Brian LivingstonBy Brian Livingston

Is one day of the month better than the others for you to shift from one ETF to a different one? We now have hard data to give us an answer.

Felix Bertram, the CEO of Turing Trader, has run simulations of reallocating the ETFs in the Mama Bear and the Papa Bear. At my request, he used the prices of actual ETFs back to 2007 and switched each portfolio to the strongest funds on the first trading day of each month, the second day, and so forth.
The last trading day of the month
Figure 1. Reallocating the Mama Bear into the three strongest funds on the last trading day of the month would have outperformed trading on the other days. Source: TuringTrader.com.
Reallocation is the process of selling one ETF that hasn’t performed in the top three lately, and replacing it with another ETF that’s performed better. This shouldn’t be confused with rebalancing, which means buying and selling funds to return them to their original proportion in the portfolio. Muscular Portfolios don’t require rebalancing unless one fund is more than 20% off its desired one-third weight. (See Chapter 18 of the book.)

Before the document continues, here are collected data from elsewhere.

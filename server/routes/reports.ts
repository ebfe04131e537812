import { recordToReadingsCsv } from '../../shared/records/csv';
import { idParams } from '../../shared/schemas/common';
import { EVERYONE } from '../auth/permissions';
import { notFound } from '../http/errors';
import { route } from '../http/route';
import { listReports, reportRunFor } from '../services/report-access';
import { loadReportData } from '../services/report-data';
import { renderReportPdf } from '../services/report-pdf';
import { loadRunRecord } from '../services/run-record';
import { sealedReport } from '../services/signoff';

interface ReportFile {
  name: string;
  type: string;
  body: Buffer | string;
}

/** A download of a reported run, for those who may see its report (clients: signed runs of their organisation only, else 404). */
const reportFileRoute = (path: string, summary: string, file: (runId: number) => Promise<ReportFile>) =>
  route({
    method: 'get',
    path,
    access: EVERYONE,
    summary,
    params: idParams,
    handler: async ({ params, user, res }) => {
      await reportRunFor(user!, params.id);
      const { name, type, body } = await file(params.id);
      res.type(type).attachment(name).send(body);
    },
  });

/** Signed reports and their downloads; the PDF's photos and site plan are read from `dataDir`. */
export const reportRoutes = (dataDir: string) => [
  route({
    method: 'get',
    path: '/api/reports',
    access: EVERYONE,
    summary: 'Signed reports: a client’s own organisation’s, or every signed run for staff',
    handler: async ({ user }) => ({ items: await listReports(user!) }),
  }),
  // A signed run's PDF and readings are the sealed ones, exactly as signed; others are rendered from today's data.
  reportFileRoute('/api/runs/:id/report.pdf', 'The PDF report of a run: the sealed one once signed (clients: signed runs of their organisation only)', async (id) => ({
    name: `run-${id}-report.pdf`,
    type: 'application/pdf',
    body: (await sealedReport(id))?.pdf ?? (await renderReportPdf(await loadReportData(id, dataDir))),
  })),
  reportFileRoute('/api/reports/:id/readings.csv', 'Every reading of a reported run as CSV: the signed record once signed (clients: signed runs of their organisation only)', async (id) => ({
    name: `run-${id}-readings.csv`,
    type: 'text/csv',
    body: recordToReadingsCsv((await sealedReport(id))?.record ?? (await loadRunRecord(id))),
  })),
  // What a signature's hash covers, for anyone to check: SHA-256 of this file's RFC 8785 canonical form.
  reportFileRoute('/api/reports/:id/signed-data.json', 'The signed data of a signed run as sealed (its SHA-256 is the signature’s hash; clients: their organisation’s only)', async (id) => {
    const sealed = await sealedReport(id);
    if (!sealed) throw notFound(`A signed report of run ${id}`);
    return { name: `run-${id}-signed-data-rev${sealed.revision}.json`, type: 'application/json', body: sealed.snapshot };
  }),
];
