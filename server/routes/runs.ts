import { z } from 'zod';
import { idParams } from '../../shared/schemas/common';
import { runCommandEnvelope, runCreateInput } from '../../shared/schemas/runs';
import { STAFF } from '../auth/permissions';
import { HttpError, notFound } from '../http/errors';
import { route } from '../http/route';
import { assertRunUnlocked } from '../services/signoff';
import { Interpretation } from '../models/interpretation';
import { Rig } from '../models/rig';
import { Run } from '../models/run';
import { RunEvent } from '../models/run-event';
import { TestLocation } from '../models/test-location';
import { TestPlan } from '../models/test-plan';
import { Project } from '../models/project';
import { Signoff } from '../models/signoff';
import { CommandRefused } from '../runs/run-engine';
import type { RunManager } from '../runs/run-manager';
import { sampleSpan, samplesAfter, summarizeSamples, toBatch } from '../runs/samples-query';

const actorOf = (user: { id: number; name: string; role: 'admin' | 'engineer' | 'operator' | 'client' }) => ({ id: user.id, name: user.name, role: user.role });

export const runRoutes = (runs: RunManager) => [
  route({
    method: 'get',
    path: '/api/runs',
    access: STAFF,
    summary: 'Runs, newest first, with their plan, location, rig and where their report stands (interpreted, draft / in review / signed)',
    handler: async () => {
      const all = await Run.findAll({ order: [['id', 'DESC']], limit: 200 });
      const ids = all.map((r) => r.id);
      // Where each run's report stands, for the engineer's queues and the staff list of reports.
      const signoffs = new Map((await Signoff.findAll({ where: { runId: ids }, attributes: ['runId', 'state'] })).map((s) => [s.runId, s.state]));
      const interpreted = new Set((await Interpretation.findAll({ where: { runId: ids }, attributes: ['runId'], group: ['runId'] })).map((i) => i.runId));
      const plans = new Map((await TestPlan.findAll({ where: { id: [...new Set(all.map((r) => r.planId))] }, include: [{ model: TestLocation, as: 'location', include: [{ model: Project, as: 'project' }] }] })).map((p) => [p.id, p]));
      const rigs = new Map((await Rig.findAll()).map((r) => [r.id, r.name]));
      return {
        items: all.map((r) => {
          const plan = plans.get(r.planId);
          const engine = runs.engine(r.id);
          const view = engine?.isActive ? engine.view() : null;
          return {
            id: r.id,
            phase: r.status,
            planId: r.planId,
            planName: plan?.name ?? '',
            pitId: plan?.location?.pitId ?? '',
            projectCode: plan?.location?.project?.code ?? '',
            rigName: r.rigId ? (rigs.get(r.rigId) ?? '') : '',
            stageIndex: r.state?.lifecycle?.stageIndex ?? 0,
            stageCount: view?.stages.length ?? null,
            verdict: view?.hold?.verdict ?? null,
            activeAlarms: view ? view.alarms.filter((a) => a.state === 'unacknowledged').length : 0,
            startedAt: r.startedAt?.toISOString() ?? null,
            finishedAt: r.finishedAt?.toISOString() ?? null,
            review: { state: signoffs.get(r.id) ?? 'draft', interpreted: interpreted.has(r.id) },
          };
        }),
      };
    },
  }),
  route({
    method: 'post',
    path: '/api/runs',
    access: STAFF,
    summary: 'Set up a run of a plan on a rig',
    body: runCreateInput,
    handler: ({ body, user }) => runs.create(body.planId, body.rigId, actorOf(user!)),
  }),
  route({
    method: 'get',
    path: '/api/runs/:id',
    access: STAFF,
    summary: 'A run as the console shows it',
    params: idParams,
    handler: async ({ params }) => {
      const engine = await runs.load(params.id);
      if (!engine) throw notFound('Run');
      return engine.view();
    },
  }),
  route({
    method: 'post',
    path: '/api/runs/:id/commands',
    access: STAFF,
    summary: 'Send a command to a run (quoting the version it was decided on)',
    status: 200,
    params: idParams,
    body: runCommandEnvelope,
    handler: async ({ params, body, user }) => {
      // Even a note changes a signed run's record (its events, its weather line).
      await assertRunUnlocked(params.id);
      // A closed run has released its engine; it still takes notes, through its loaded view.
      const engine = runs.engine(params.id) ?? (await runs.load(params.id));
      if (!engine) throw notFound('Run');
      try {
        return await engine.command(body.command, actorOf(user!), body.version);
      } catch (err) {
        if (err instanceof CommandRefused) throw new HttpError(err.code === 'conflict' ? 409 : err.code === 'forbidden' ? 403 : 400, `command_${err.code}`, err.message);
        throw err;
      }
    },
  }),
  route({
    method: 'get',
    path: '/api/runs/:id/events',
    access: STAFF,
    summary: 'Everything that happened in a run',
    params: idParams,
    handler: async ({ params }) => ({ items: (await RunEvent.findAll({ where: { runId: params.id }, order: [['id', 'ASC']] })).map((e) => e.toDto()) }),
  }),
  route({
    method: 'get',
    path: '/api/runs/:id/samples',
    access: STAFF,
    summary: 'Archived samples after a sequence number, in columns',
    params: idParams,
    query: z.object({ afterSeq: z.coerce.number().int().min(0).default(0), limit: z.coerce.number().int().min(1).max(100_000).default(10_000) }),
    handler: async ({ params, query }) => {
      if (!(await Run.findByPk(params.id))) throw notFound('Run');
      return toBatch(params.id, await samplesAfter(Run.sequelize!, params.id, query.afterSeq, query.limit));
    },
  }),
  route({
    method: 'get',
    path: '/api/runs/:id/samples/summary',
    access: STAFF,
    summary: 'Min/max per time bucket and channel over a span (for plots and replay at any zoom)',
    params: idParams,
    query: z.object({
      fromMs: z.coerce.number().int().optional(),
      toMs: z.coerce.number().int().optional(),
      buckets: z.coerce.number().int().min(1).max(10_000).default(1000),
    }),
    handler: async ({ params, query }) => {
      if (!(await Run.findByPk(params.id))) throw notFound('Run');
      const span = await sampleSpan(Run.sequelize!, params.id);
      const fromMs = query.fromMs ?? span?.fromMs ?? 0;
      const toMs = query.toMs ?? span?.toMs ?? fromMs + 1;
      if (toMs <= fromMs) throw new HttpError(400, 'invalid_input', 'toMs: must be after fromMs', 'toMs');
      return summarizeSamples(Run.sequelize!, params.id, fromMs, toMs, query.buckets);
    },
  }),
];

Figure 1 shows that reallocating the Mama Bear Portfolio at the close of the last trading day of each month would have turned $1,000,000 into $4,032,000. Choosing any other day of the month would have produced less gain. If you chose (by bad luck) the worst day, your million would have turned into only $2,758,000.

Allocating on the bad-luck day would have given you less ending value than holding the crash-prone S&P 500 (ETF symbol SPY). As we saw in TuringTrader.com’s data in the July 17 newsletter, the index including dividends turned $1,000,000 into $2,961,000 in this period. Reallocating the Mama Bear at the end of each month would have given you 36% more.
Why would one day be any better than the others?

The reason why portfolios that are reallocated on the last trading day of the month might do better than those traded on other days comes down to calendar effects.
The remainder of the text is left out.